32k is Qwen3-14B's native context window per the HF card, which the card lists as extensible to 131,072 tokens with YaRN. Beyond that the model needs YaRN extension — supported in llama.cpp via --rope-scaling yarn --rope-scale 4 --yarn-orig-ctx 32768 per the Qwen3 model card — but quality degrades and the KV cache balloons (a real concern on 16 GB). For long-doc workflows, prefer chunking + retrieval over pushing context past 32k. The hardware-corner.net RTX 4080 benchmark shows the generation rate falling from 62 tok/s at 4k to 40.6 tok/s at 32k on this card.

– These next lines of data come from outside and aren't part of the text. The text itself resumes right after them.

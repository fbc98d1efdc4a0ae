/**
 * Gauss-Hermite rules (src/budget/gauss-hermite.ts) against NumPy's hermegauss
 * (test/reference/gauss_hermite.py) and the normal moments E[X^2k] = (2k - 1)!! sigma^2k
 * (handbook: Abramowitz and Stegun 26.2.x; common practice).
 */
import { describe, expect, it } from 'vitest';
import { gaussHermiteRule, normalExpectation } from '../../src/budget/gauss-hermite.js';
import { runPython } from '../support/python.js';
import { expectClose } from '../support/close.js';

describe('gaussHermiteRule(n)', () => {
  it('matches numpy.polynomial.hermite_e.hermegauss (weights normalised) to 1e-12 for n = 1..12, 20', () => {
    const sizes = [1, 2, 3, 4, 5, 6, 7, 8, 9, 10, 11, 12, 20];
    const ref = runPython<{ rules: { n: number; nodes: number[]; weights: number[] }[] }>('gauss_hermite.py', { n: sizes });
    for (const r of ref.rules) {
      const ours = gaussHermiteRule(r.n);
      for (let k = 0; k < r.n; k++) {
        expectClose(ours.nodes[k], r.nodes[k], 1e-12, `n=${r.n} node ${k}`);
        expectClose(ours.weights[k], r.weights[k], 1e-12, `n=${r.n} weight ${k}`);
      }
    }
  });

  it('the 3-point rule is 0, +-sqrt(3) with weights 2/3, 1/6, 1/6 (closed form)', () => {
    const r = gaussHermiteRule(3);
    expectClose(r.nodes[2], Math.sqrt(3), 1e-14, 'node');
    expect(r.nodes[1]).toBe(0);
    expectClose(r.weights[1], 2 / 3, 1e-14, 'centre weight');
    expectClose(r.weights[0], 1 / 6, 1e-14, 'side weight');
  });

  it('normalExpectation integrates the even moments (2k-1)!! sigma^2k exactly up to degree 2n - 1', () => {
    const sigma = 1.7e-5;
    for (const n of [3, 5, 9]) {
      let dfact = 1;
      for (let k = 1; 2 * k <= 2 * n - 1; k++) {
        dfact *= 2 * k - 1;
        const got = normalExpectation((x) => (x / sigma) ** (2 * k), sigma, n);
        expectClose(got, dfact, 1e-11, `n=${n} E[X^${2 * k}]`);
      }
      expect(Math.abs(normalExpectation((x) => x ** 3, sigma, n))).toBeLessThan(1e-30);
    }
  });

  it('refuses sizes outside [1, 40]', () => {
    expect(() => gaussHermiteRule(0)).toThrow(RangeError);
    expect(() => gaussHermiteRule(2.5)).toThrow(RangeError);
  });
});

Using transformers directly instead of Ollama

If you bypass Ollama / llama.cpp and run the HF card quickstart via transformers directly with torch_dtype="auto", device_map="auto", you will load BF16 weights and hit OOM on a 16 GB 4080 (28,402 MB at length 1 per the Qwen benchmark). The quickstart does not hardcode attn_implementation="flash_attention_2", so if you do fit a precision (AWQ-INT4 mirror, or a larger card), it works out of the box on the 4080 with a stock pip install torch — Ada sm_89 has full FA2 kernel coverage if you opt into FA2 separately. Unlike Blackwell-class cards, no cu128-specific wheel selection is required for the 4080.